Requirement: Using the data that follows, return exactly the lines from the one that contains "const v = Number((m" through the one that contains "let above = false;", ends included.

Provided information Start Marker

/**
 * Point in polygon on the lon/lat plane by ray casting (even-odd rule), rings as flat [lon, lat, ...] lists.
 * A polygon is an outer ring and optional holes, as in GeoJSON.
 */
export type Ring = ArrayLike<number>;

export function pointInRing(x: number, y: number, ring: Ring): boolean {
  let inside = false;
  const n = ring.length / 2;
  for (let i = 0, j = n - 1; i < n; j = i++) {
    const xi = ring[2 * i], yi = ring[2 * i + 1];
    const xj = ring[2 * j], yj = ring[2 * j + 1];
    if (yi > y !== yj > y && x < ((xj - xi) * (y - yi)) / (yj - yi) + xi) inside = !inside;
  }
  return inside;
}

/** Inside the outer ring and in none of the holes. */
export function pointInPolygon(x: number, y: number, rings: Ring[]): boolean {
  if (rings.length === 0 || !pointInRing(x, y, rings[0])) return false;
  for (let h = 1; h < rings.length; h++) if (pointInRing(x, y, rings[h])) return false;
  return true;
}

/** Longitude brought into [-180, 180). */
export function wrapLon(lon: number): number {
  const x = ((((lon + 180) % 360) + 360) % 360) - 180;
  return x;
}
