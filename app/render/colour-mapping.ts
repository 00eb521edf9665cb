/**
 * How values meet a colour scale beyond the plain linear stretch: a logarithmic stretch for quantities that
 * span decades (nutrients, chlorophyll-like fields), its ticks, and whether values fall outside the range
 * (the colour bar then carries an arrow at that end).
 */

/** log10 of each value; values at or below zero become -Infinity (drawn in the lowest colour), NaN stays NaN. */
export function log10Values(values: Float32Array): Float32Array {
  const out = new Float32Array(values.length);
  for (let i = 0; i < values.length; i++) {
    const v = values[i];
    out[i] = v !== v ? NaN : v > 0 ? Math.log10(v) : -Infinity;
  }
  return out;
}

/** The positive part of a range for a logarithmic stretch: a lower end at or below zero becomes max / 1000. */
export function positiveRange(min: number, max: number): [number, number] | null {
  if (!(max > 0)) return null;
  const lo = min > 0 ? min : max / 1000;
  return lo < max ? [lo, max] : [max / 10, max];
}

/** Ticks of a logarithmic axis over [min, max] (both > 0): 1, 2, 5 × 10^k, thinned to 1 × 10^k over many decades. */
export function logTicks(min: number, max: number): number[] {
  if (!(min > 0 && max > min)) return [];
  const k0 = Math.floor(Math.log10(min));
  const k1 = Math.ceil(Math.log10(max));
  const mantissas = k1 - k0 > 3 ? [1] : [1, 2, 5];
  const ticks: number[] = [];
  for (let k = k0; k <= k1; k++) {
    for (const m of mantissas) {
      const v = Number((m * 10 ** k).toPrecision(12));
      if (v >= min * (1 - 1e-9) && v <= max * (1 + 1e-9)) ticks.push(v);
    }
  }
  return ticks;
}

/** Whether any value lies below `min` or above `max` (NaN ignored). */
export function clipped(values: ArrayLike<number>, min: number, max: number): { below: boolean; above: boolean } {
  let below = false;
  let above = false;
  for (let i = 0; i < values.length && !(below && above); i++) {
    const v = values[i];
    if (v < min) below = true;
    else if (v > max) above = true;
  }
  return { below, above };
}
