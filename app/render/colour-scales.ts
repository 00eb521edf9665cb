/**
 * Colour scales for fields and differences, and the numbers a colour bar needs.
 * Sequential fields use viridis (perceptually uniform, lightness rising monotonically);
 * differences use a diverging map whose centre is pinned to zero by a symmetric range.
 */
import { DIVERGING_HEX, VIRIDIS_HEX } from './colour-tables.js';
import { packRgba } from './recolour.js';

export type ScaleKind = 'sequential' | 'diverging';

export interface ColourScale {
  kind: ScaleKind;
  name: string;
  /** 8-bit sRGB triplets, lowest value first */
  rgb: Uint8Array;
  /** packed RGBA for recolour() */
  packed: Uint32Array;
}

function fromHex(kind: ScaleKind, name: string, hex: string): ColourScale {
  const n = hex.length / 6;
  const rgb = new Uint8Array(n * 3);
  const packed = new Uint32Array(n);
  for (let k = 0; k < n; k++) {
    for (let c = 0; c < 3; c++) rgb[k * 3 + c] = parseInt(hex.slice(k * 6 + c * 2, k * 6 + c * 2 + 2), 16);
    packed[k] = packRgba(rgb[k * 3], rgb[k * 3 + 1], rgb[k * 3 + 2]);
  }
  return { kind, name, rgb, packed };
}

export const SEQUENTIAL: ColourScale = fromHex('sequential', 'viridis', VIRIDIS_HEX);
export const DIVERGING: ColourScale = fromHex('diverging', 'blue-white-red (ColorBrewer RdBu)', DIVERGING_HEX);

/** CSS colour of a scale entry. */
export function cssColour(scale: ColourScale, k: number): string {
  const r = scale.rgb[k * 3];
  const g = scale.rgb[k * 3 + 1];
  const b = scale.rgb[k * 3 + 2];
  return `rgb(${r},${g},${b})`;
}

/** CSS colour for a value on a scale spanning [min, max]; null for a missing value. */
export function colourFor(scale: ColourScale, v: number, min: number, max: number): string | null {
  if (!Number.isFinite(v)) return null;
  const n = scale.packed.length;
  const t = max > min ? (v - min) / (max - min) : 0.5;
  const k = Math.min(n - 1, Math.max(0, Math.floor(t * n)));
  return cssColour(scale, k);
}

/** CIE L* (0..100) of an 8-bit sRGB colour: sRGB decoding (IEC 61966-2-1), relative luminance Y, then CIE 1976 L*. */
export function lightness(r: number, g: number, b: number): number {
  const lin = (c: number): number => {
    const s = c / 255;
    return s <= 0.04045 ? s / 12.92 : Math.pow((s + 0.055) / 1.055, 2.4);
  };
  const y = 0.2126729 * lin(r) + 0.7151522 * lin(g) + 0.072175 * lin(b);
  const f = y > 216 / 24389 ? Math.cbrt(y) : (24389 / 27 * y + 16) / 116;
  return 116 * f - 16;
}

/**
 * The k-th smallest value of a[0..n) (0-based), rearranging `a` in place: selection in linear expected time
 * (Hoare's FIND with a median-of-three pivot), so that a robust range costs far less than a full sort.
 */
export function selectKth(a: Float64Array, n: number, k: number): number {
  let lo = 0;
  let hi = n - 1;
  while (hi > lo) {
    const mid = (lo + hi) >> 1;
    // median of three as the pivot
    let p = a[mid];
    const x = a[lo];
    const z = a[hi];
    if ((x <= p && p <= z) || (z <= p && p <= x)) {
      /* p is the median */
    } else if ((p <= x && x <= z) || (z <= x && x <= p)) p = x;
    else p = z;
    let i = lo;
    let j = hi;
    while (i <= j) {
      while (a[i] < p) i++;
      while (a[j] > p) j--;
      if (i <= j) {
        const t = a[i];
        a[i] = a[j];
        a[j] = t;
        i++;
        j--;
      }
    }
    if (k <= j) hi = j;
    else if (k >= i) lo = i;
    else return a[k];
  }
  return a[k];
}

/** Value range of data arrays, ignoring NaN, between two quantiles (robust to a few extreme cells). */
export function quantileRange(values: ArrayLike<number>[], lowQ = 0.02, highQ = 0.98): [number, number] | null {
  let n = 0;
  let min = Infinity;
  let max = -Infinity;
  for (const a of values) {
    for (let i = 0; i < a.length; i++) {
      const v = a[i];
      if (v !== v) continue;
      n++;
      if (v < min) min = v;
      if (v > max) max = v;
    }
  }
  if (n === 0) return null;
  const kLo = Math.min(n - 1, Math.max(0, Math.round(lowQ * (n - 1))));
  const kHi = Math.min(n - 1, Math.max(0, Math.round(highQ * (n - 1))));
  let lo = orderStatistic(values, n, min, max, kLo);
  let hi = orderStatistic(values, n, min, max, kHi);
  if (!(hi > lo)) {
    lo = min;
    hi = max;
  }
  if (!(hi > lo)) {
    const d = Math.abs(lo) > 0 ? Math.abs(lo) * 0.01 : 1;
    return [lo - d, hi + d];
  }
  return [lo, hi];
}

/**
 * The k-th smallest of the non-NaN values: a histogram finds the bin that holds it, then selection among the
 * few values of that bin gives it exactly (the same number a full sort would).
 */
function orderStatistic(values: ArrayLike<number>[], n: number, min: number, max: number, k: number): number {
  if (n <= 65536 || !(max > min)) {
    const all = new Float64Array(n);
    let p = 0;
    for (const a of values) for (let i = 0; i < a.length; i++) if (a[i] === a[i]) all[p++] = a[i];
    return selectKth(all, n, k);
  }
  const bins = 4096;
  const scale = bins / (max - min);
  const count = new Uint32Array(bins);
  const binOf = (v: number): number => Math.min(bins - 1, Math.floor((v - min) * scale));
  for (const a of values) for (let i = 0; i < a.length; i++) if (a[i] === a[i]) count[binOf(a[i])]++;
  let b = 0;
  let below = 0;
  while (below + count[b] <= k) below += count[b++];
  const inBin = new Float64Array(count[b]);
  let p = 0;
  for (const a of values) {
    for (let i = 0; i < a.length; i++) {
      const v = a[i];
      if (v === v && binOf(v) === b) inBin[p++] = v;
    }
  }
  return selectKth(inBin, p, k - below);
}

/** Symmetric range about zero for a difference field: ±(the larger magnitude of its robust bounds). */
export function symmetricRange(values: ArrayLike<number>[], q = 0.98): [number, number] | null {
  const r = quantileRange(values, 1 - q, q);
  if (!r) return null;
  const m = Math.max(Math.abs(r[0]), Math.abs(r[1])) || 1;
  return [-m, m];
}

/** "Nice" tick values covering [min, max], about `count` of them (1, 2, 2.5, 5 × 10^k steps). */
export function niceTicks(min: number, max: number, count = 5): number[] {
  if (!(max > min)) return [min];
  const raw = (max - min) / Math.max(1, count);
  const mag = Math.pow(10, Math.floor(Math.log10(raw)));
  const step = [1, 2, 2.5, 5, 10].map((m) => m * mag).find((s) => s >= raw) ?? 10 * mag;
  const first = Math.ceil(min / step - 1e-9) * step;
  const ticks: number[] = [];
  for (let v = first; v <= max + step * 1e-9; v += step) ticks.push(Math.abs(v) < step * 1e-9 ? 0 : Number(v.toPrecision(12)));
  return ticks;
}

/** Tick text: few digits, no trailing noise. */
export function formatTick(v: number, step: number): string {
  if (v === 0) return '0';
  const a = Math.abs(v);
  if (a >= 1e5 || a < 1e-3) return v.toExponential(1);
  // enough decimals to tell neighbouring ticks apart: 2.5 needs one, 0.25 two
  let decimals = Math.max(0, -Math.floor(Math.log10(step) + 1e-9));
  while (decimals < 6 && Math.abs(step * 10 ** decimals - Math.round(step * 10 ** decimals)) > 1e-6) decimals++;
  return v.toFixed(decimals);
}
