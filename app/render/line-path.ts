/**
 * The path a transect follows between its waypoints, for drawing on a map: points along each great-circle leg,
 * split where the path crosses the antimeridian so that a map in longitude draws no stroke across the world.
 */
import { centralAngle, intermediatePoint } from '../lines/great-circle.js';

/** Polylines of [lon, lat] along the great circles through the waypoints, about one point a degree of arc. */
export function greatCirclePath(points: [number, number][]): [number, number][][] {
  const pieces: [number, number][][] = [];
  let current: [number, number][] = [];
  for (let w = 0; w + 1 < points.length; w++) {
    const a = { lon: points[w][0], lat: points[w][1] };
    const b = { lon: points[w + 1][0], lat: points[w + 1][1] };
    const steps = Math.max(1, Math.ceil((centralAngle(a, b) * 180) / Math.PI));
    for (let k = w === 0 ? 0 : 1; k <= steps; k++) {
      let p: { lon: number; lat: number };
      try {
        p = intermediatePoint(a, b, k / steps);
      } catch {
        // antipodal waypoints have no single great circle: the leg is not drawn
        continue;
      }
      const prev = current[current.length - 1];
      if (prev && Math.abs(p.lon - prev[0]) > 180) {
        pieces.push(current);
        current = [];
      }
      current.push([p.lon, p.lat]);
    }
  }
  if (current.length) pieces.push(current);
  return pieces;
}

Provided information End Marker

Expected answer:
      const v = Number((m * 10 ** k).toPrecision(12));
      if (v >= min * (1 - 1e-9) && v <= max * (1 + 1e-9)) ticks.push(v);
    }
  }
  return ticks;
}

/** Whether any value lies below `min` or above `max` (NaN ignored). */
export function clipped(values: ArrayLike<number>, min: number, max: number): { below: boolean; above: boolean } {
  let below = false;
  let above = false;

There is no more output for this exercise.